Task to complete: Below are some records. Reproduce them exactly from their first line through the line with "10.84, 4.82, 5.68];", inclusive.

-=-=-=-=-

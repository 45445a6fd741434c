import { describe, it, expect, beforeAll } from 'vitest';
import { mkdtempSync, writeFileSync, readFileSync } from 'node:fs';
import { tmpdir } from 'node:os';
import { join } from 'node:path';
import { runCli } from '../../src/cli/main.ts';
import { memoryIO } from '../../src/cli/io.ts';

let dir = '';
const nist = JSON.parse(readFileSync(new URL('../fixtures/nist-strd-linear.json', import.meta.url), 'utf8')) as {
  datasets: Record<string, { x: number[]; y: number[]; certified: { beta: string[]; sd: string[]; R2: string } }>;
};

beforeAll(() => {
  dir = mkdtempSync(join(tmpdir(), 'surmise-fit-'));
  // Anscombe's quartet, set 1 (Anscombe 1973, The American Statistician 27)
  const x = [10, 8, 13, 9, 11, 14, 6, 4, 12, 7, 5];
  const y = [8.04, 6.95, 7.58, 8.81, 8.33, 9.96, 7.24, 4.26, 10.84, 4.82, 5.68];
  writeFileSync(join(dir, 'anscombe1.csv'), 'name,x,y\n' + x.map((v, i) => `p${i + 1},${v},${y[i]}`).join('\n') + '\n');
  const n1 = nist.datasets.NoInt1!;
  writeFileSync(join(dir, 'noint1.csv'), 'x,y\n' + n1.x.map((v, i) => `${v},${n1.y[i]}`).join('\n') + '\n');
  writeFileSync(join(dir, 'cx.csv'), 'w,y\n1+0.5j,1\n2+0j,2\n3+1j,3\n4-2j,4\n');
});

describe('surmise fit (CLI)', () => {
  it("Anscombe set 1 → --json intercept 3.000091, slope 0.500091, R² 0.666542 (Anscombe 1973; shared reference checks)", async () => {
    const io = memoryIO(dir);
    const code = await runCli(['fit', 'anscombe1.csv', '--target', 'y', '--terms', 'x', '--json'], io);
    expect(code).toBe(0);
    const j = JSON.parse(io.out);
    expect(j.n).toBe(11);
    expect(j.terms.map((t: { term: string }) => t.term)).toEqual(['1', 'x']);
    expect(j.terms[0].coef).toBeCloseTo(3.000091, 5);
    expect(j.terms[1].coef).toBeCloseTo(0.500091, 5);
    expect(j.r2).toBeCloseTo(0.666542, 5);
    for (const key of ['rmse', 'cvRmse', 'adjR2', 'mae', 'maxAbsResidual', 'aic', 'bic', 'condition', 'rank', 'warnings', 'dropped'])
      expect(j).toHaveProperty(key);
    expect(j.terms[1]).toHaveProperty('se');
    expect(j.terms[1].low).toBeLessThan(0.5);
    expect(j.terms[1].high).toBeGreaterThan(0.5);
    // 11 points leave the slope's interval ≈ [0.233, 0.767]: 1/2, 1/3, 2/3, 3/5, … all lie inside, so none is singled out (fraction rule)
    expect(j.terms[1].rational).toBeNull();
    expect(j.terms[1].fraction.status).toBe('several');
    expect(j.terms[1].fraction.text).toMatch(/^several simple fractions \(/);
    // one term: the orthogonal slope is offered beside the ordinary one, and is steeper (|b_TLS| ≥ |b_OLS|, Van Huffel & Vandewalle 1991)
    expect(Math.abs(j.orthogonal.slope)).toBeGreaterThan(Math.abs(j.terms[1].coef));
    // the largest residual is Anscombe's point (13, 7.58), residual −1.92 (from memory; recomputed here)
    expect(j.maxAbsResidualRow.labels.name).toBe('p3');
  });
  it('human output is an aligned table with the rational column', async () => {
    const io = memoryIO(dir);
    expect(await runCli(['fit', 'anscombe1.csv', '--target', 'y', '--terms', 'x'], io)).toBe(0);
    expect(io.out).toMatch(/^term\s+estimate\s+std\. error\s+95% interval\s+simple fraction \(denominator ≤ 12\)$/m);
    expect(io.out).toMatch(/^x\s+0\.50009091\s+0\.1179\s+\[/m);
    expect(io.out).toMatch(/max \|residual\|\s+1\.92127 at data row 3 \(line 4\) name=p3/);
  });
  it('--no-intercept on NIST NoInt1 gives the certified coefficient 2.07438016528926 and uncentred R² 0.999365492298663 (NIST StRD)', async () => {
    const io = memoryIO(dir);
    expect(await runCli(['fit', 'noint1.csv', '--target', 'y', '--terms', 'x', '--no-intercept', '--json'], io)).toBe(0);
    const j = JSON.parse(io.out);
    expect(j.terms).toHaveLength(1);
    expect(j.terms[0].coef).toBeCloseTo(2.07438016528926, 12);
    expect(j.terms[0].se).toBeCloseTo(0.0165289256198347, 13);
    expect(j.r2).toBeCloseTo(0.999365492298663, 12);
  });
  it('a bad expression exits 2 with a caret under the place', async () => {
    const io = memoryIO(dir);
    expect(await runCli(['fit', 'anscombe1.csv', '--target', 'y', '--terms', 'x; x +* 2'], io)).toBe(2);
    expect(io.err).toContain('x +* 2\n');
    expect(io.err).toMatch(/\n {2}x \+\* 2\n {2} {3}\^/);
    expect(io.err).toMatch(/\[expr\.parse\]/);
    expect(io.out).toBe('');
  });
  it('an unknown column exits 2 naming it with a suggestion', async () => {
    const io = memoryIO(dir);
    expect(await runCli(['fit', 'anscombe1.csv', '--target', 'y', '--terms', 'xx'], io)).toBe(2);
    expect(io.err).toMatch(/unknown column 'xx'.*did you mean 'x'/);
  });
  it('a complex-valued term exits 2 asking for re()/im()/abs()', async () => {
    const io = memoryIO(dir);
    expect(await runCli(['fit', 'cx.csv', '--target', 'y', '--terms', 'w'], io)).toBe(2);
    expect(io.err).toMatch(/complex-valued.*re\(w\), im\(w\) or abs\(w\).*\[relate\.complexTerm\]/s);
  });
  it('bad options exit 2 naming the option', async () => {
    const io = memoryIO(dir);
    expect(await runCli(['fit', 'anscombe1.csv', '--target', 'y', '--terms', 'x', '--folds', '1'], io)).toBe(2);
    expect(io.err).toMatch(/--folds to be an integer ≥ 2, got 1 \[option\.badValue\]/);
    const io2 = memoryIO(dir);
    expect(await runCli(['fit', 'anscombe1.csv', '--target', 'y', '--terms', 'x;;x'], io2)).toBe(2);
    expect(io2.err).toMatch(/--terms: term 2 is empty/);
    const io3 = memoryIO(dir);
    expect(await runCli(['fit', 'anscombe1.csv', '--target', 'y', '--terms', 'x', '--split', 'kfold:3'], io3)).toBe(2);
    expect(io3.err).toMatch(/--split kfold:3: a k-fold split is not one fitting part and one held-out part; use --folds 3/);
    const io4 = memoryIO(dir);
    expect(await runCli(['fit', 'anscombe1.csv', '--target', 'y', '--terms', 'x', '--split', 'random:0.5,0.6,0.1'], io4)).toBe(2);
    expect(io4.err).toMatch(/\[split\.badSpec\]/);
  });
  it('--split reports a held-out RMSE and --derive adds a column', async () => {
    const io = memoryIO(dir);
    const code = await runCli(['fit', 'anscombe1.csv', '--target', 'y', '--terms', 'u', '--derive', 'u=x/2', '--split', 'where:x <= 11', '--folds', '2', '--json'], io);
    expect(code).toBe(0);
    const j = JSON.parse(io.out);
    expect(j.n).toBe(8); // x ∈ {10, 8, 9, 11, 6, 4, 7, 5}
    expect(j.heldOut.n).toBe(3); // x ∈ {13, 14, 12}
    expect(j.split).toMatch(/fit where x <= 11 \(8 rows\), held out where not \(3 rows\)/);
    expect(j.terms[1].term).toBe('u');
  });
});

-=-=-=-=-

Answer space:
repository 45445a6fd741434c
import { describe, it, expect, beforeAll } from 'vitest';
import { mkdtempSync, writeFileSync, readFileSync } from 'node:fs';
import { tmpdir } from 'node:os';
import { join } from 'node:path';
import { runCli } from '../../src/cli/main.ts';
import { memoryIO } from '../../src/cli/io.ts';

let dir = '';
const nist = JSON.parse(readFileSync(new URL('../fixtures/nist-strd-linear.json', import.meta.url), 'utf8')) as {
  datasets: Record<string, { x: number[]; y: number[]; certified: { beta: string[]; sd: string[]; R2: string } }>;
};

beforeAll(() => {
  dir = mkdtempSync(join(tmpdir(), 'surmise-fit-'));
  // Anscombe's quartet, set 1 (Anscombe 1973, The American Statistician 27)
  const x = [10, 8, 13, 9, 11, 14, 6, 4, 12, 7, 5];
  const y = [8.04, 6.95, 7.58, 8.81, 8.33, 9.96, 7.24, 4.26, 10.84, 4.82, 5.68];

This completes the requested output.